====== AVAILABLE RECORDS ======

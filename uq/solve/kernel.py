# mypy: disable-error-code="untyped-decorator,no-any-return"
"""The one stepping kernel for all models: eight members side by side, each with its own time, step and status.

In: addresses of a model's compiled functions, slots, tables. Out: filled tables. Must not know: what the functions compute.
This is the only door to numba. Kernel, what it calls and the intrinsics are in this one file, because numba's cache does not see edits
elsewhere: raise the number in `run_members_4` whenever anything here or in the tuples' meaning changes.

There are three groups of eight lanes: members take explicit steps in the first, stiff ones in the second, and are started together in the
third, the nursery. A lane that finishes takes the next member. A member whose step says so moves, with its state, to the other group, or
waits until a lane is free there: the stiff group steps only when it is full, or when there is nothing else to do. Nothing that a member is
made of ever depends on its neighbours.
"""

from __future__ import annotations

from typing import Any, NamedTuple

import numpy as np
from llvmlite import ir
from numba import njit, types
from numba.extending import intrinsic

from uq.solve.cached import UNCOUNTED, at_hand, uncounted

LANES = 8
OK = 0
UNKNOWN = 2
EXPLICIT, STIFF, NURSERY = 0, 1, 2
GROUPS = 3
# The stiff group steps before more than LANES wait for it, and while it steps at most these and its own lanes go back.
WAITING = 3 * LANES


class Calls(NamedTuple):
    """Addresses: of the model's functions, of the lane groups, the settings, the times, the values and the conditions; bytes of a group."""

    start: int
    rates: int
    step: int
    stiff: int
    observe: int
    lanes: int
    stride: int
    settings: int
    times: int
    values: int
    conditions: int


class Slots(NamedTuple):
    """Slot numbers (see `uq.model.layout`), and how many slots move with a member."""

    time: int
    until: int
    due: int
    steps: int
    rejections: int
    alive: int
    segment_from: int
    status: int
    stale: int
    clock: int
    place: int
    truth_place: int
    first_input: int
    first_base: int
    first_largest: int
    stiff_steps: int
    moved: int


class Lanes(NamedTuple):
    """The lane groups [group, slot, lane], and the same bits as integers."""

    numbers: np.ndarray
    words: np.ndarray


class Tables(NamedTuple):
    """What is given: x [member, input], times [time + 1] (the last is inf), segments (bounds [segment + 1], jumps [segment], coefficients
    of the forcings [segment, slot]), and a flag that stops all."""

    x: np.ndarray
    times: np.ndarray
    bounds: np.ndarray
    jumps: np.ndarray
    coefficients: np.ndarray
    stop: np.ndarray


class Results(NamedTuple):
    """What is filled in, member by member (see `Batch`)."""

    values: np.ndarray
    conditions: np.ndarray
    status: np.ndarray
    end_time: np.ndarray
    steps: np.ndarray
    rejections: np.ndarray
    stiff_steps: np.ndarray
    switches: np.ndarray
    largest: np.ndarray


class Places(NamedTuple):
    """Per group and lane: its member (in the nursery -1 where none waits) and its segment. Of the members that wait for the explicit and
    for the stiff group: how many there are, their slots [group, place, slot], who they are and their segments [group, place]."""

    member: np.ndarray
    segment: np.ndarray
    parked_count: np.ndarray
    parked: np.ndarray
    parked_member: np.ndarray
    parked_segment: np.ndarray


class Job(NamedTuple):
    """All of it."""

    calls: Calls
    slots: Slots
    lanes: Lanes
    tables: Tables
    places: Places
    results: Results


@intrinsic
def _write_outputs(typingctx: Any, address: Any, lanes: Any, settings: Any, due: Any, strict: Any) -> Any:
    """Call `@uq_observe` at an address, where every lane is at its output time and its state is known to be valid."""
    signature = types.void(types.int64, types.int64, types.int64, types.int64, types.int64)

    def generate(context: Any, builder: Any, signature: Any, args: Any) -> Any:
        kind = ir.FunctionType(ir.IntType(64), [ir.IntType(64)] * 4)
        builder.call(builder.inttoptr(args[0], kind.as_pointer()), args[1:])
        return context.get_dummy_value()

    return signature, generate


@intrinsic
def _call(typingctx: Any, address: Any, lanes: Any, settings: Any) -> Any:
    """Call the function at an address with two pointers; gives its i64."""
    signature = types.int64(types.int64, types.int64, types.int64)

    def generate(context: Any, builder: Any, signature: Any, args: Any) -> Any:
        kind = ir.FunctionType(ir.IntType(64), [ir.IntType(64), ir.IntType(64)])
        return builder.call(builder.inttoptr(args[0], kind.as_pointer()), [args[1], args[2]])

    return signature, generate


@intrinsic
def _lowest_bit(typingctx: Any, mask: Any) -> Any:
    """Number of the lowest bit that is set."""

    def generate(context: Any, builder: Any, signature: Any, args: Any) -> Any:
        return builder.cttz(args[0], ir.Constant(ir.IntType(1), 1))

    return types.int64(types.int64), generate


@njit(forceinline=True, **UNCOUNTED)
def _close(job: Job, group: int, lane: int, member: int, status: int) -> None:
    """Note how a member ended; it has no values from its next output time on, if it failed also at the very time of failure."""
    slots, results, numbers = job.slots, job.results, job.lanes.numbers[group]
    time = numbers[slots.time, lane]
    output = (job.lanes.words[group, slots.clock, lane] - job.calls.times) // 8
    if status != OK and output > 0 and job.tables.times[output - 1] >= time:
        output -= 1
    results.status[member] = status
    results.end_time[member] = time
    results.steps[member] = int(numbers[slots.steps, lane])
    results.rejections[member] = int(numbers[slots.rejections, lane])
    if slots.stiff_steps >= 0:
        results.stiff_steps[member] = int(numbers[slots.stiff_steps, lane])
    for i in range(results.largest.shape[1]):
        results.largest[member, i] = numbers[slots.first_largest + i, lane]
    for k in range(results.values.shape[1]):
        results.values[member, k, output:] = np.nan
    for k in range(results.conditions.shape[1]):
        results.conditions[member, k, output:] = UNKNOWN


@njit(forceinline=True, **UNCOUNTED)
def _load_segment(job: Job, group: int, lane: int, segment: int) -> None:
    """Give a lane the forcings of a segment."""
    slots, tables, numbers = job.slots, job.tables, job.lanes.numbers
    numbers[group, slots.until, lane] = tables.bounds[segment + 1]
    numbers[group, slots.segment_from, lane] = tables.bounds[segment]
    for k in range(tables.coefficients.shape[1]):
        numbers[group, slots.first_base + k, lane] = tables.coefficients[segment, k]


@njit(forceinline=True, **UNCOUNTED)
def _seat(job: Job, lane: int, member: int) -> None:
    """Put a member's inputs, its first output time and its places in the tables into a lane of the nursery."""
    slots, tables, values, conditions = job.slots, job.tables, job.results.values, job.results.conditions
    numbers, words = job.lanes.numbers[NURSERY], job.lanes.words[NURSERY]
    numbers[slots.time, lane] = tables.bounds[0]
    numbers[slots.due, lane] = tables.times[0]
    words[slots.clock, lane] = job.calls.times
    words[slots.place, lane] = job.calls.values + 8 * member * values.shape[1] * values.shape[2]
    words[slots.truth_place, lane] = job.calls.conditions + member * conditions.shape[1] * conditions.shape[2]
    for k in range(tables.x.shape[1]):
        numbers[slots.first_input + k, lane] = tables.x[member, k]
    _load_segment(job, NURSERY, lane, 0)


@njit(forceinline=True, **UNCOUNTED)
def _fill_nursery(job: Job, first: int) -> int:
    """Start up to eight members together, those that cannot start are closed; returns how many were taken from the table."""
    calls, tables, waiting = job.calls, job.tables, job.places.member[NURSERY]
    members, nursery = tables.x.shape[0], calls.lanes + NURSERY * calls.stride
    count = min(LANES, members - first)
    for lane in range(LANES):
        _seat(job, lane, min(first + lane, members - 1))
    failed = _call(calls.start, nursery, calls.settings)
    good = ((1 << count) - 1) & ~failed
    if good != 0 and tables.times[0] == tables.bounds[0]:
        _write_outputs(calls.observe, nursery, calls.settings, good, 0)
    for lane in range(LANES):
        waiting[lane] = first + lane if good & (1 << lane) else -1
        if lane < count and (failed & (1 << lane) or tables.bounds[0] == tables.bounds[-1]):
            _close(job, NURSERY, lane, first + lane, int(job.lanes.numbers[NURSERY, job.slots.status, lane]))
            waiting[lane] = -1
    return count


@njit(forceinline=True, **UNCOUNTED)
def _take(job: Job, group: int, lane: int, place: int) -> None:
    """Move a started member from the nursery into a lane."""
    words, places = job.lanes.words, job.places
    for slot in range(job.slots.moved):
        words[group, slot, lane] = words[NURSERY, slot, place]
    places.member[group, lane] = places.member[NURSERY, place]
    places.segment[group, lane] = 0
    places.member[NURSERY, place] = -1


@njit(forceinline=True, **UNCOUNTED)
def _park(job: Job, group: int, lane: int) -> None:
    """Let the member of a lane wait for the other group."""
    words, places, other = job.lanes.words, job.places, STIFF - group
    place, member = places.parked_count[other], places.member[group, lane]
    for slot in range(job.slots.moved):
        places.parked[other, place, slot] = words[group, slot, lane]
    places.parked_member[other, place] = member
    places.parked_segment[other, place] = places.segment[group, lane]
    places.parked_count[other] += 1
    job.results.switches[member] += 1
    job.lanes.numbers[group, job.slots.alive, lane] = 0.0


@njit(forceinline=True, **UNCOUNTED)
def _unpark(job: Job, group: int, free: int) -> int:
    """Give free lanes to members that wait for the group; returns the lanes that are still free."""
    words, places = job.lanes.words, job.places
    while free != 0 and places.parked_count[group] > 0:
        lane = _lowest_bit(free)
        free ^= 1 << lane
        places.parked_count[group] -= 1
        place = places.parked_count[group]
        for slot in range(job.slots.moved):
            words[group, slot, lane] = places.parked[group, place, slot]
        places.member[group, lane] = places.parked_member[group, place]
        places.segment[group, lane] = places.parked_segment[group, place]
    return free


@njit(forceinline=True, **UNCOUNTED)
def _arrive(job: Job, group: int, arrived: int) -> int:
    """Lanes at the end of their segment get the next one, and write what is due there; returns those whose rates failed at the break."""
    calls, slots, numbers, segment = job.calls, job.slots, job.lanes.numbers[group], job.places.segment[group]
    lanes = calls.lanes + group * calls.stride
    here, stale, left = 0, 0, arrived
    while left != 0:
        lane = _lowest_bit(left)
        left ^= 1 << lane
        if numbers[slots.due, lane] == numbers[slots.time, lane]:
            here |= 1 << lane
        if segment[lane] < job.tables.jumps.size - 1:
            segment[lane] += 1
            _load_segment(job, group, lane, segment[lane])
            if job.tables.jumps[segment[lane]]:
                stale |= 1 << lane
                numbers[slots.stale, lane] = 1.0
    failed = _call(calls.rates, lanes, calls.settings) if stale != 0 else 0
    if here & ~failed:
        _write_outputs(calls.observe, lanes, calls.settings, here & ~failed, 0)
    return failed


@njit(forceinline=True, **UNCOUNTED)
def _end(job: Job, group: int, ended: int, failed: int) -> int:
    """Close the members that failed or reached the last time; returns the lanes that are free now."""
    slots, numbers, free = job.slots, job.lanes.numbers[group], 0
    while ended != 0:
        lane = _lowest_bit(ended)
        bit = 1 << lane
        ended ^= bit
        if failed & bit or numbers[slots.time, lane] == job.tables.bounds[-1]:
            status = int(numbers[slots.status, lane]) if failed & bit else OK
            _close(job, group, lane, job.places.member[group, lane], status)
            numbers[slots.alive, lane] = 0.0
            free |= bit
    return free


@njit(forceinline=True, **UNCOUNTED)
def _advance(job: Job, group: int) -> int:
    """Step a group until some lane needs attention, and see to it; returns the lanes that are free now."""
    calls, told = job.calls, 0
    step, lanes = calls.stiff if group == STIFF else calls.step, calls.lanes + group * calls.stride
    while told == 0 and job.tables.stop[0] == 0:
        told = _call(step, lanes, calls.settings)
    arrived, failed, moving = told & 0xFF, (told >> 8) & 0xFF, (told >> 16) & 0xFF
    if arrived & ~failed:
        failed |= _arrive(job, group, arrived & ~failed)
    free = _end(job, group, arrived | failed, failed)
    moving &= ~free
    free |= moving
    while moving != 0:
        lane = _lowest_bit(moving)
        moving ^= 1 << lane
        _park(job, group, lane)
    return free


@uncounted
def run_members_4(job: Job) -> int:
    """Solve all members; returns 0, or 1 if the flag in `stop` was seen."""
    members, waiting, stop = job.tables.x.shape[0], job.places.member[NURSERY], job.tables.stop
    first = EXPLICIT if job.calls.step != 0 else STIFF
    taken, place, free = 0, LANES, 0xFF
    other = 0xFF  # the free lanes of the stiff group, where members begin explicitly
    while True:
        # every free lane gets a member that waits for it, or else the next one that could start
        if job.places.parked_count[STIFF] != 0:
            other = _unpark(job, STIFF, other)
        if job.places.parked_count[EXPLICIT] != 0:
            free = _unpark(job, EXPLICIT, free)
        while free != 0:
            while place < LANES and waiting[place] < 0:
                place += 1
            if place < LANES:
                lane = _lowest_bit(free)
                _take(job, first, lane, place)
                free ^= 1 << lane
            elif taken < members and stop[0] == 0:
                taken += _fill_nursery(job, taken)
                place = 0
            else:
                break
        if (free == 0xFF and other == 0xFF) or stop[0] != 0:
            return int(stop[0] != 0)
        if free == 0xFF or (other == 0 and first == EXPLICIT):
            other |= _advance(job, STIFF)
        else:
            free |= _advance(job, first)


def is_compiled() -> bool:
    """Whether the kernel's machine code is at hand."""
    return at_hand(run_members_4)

======

DESCRIPTION OF THE TASK
Each line of the material above that contains the string "FunctionType" adds one to the count; report the final count only.

SOLVED PROBLEM
2